PROBLEM TO SOLVE:
Some of the lines below need repeating. Reproduce exactly those between the lines holding "3 for iSWAP." and "steps[rows, count] = form.after", inclusive.

MATERIAL FOR THIS EXERCISE:

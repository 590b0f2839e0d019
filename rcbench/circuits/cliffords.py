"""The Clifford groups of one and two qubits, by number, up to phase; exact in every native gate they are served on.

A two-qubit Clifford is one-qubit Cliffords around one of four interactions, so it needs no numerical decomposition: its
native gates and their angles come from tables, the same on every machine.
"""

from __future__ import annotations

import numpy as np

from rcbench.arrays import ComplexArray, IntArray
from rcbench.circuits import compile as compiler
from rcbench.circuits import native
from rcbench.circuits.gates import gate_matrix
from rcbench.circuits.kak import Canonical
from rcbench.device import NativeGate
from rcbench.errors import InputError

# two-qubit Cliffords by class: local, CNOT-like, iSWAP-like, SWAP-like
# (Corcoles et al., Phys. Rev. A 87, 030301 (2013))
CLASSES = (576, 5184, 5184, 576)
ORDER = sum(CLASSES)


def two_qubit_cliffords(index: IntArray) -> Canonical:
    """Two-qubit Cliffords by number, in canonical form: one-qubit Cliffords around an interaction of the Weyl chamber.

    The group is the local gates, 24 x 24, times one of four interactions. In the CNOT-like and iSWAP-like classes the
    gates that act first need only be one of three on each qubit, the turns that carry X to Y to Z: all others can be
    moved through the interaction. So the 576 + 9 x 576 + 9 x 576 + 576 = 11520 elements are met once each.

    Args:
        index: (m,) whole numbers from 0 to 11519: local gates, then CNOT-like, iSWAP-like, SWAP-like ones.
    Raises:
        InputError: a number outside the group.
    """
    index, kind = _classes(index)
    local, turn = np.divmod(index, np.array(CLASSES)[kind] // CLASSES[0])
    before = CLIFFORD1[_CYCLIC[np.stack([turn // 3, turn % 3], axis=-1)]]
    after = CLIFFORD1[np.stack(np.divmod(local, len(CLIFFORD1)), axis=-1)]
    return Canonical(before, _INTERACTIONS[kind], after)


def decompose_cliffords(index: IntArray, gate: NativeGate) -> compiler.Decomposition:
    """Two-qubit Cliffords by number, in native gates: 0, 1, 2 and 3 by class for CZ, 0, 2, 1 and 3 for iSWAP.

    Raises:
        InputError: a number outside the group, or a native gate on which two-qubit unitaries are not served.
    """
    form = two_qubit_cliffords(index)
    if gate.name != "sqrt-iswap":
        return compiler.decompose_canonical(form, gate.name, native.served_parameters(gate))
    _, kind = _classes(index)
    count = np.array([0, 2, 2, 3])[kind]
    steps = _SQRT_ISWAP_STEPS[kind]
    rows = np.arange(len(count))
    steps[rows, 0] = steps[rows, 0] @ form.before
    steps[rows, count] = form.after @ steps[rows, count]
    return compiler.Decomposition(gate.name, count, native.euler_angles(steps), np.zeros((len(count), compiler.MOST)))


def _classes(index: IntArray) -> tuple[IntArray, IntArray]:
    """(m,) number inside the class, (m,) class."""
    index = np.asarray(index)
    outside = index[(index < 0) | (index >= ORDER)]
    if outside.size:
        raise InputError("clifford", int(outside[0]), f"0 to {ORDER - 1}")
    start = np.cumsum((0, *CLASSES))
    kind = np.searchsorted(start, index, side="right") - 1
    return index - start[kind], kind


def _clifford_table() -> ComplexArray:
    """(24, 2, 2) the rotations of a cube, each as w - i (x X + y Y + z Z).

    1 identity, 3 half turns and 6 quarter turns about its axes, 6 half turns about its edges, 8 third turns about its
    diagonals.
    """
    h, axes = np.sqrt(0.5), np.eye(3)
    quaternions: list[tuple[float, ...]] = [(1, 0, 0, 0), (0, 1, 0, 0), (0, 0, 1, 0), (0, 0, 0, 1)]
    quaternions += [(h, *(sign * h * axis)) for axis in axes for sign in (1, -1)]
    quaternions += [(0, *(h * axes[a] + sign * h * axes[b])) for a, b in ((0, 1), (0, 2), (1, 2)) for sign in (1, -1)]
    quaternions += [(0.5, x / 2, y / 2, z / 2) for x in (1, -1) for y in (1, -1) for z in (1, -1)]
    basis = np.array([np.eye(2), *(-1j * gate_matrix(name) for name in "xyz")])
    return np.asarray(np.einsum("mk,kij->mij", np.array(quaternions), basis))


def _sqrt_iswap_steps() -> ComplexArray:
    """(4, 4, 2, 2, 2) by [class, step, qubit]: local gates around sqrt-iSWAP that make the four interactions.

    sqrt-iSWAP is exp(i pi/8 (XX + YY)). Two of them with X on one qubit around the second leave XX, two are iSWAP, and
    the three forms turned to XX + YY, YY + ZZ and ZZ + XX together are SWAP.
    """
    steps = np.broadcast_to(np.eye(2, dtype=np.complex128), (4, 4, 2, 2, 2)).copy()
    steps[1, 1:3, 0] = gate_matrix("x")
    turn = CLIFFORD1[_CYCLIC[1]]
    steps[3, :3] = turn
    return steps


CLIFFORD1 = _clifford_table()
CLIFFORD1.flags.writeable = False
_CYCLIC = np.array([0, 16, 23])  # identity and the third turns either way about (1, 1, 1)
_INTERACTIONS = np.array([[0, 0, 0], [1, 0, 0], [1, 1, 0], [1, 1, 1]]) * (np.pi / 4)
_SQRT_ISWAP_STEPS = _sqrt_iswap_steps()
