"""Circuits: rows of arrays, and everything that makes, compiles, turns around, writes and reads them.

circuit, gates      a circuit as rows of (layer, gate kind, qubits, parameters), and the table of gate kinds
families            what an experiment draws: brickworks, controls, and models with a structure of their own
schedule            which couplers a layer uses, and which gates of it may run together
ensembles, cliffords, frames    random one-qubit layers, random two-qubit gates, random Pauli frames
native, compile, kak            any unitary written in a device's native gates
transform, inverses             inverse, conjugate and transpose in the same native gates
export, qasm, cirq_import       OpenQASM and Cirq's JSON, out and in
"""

WRITTEN RESPONSE:
    """Two-qubit Cliffords by number, in native gates: 0, 1, 2 and 3 by class for CZ, 0, 2, 1 and 3 for iSWAP.

    Raises:
        InputError: a number outside the group, or a native gate on which two-qubit unitaries are not served.
    """
    form = two_qubit_cliffords(index)
    if gate.name != "sqrt-iswap":
        return compiler.decompose_canonical(form, gate.name, native.served_parameters(gate))
    _, kind = _classes(index)
    count = np.array([0, 2, 2, 3])[kind]
    steps = _SQRT_ISWAP_STEPS[kind]
    rows = np.arange(len(count))
    steps[rows, 0] = steps[rows, 0] @ form.before
    steps[rows, count] = form.after @ steps[rows, count]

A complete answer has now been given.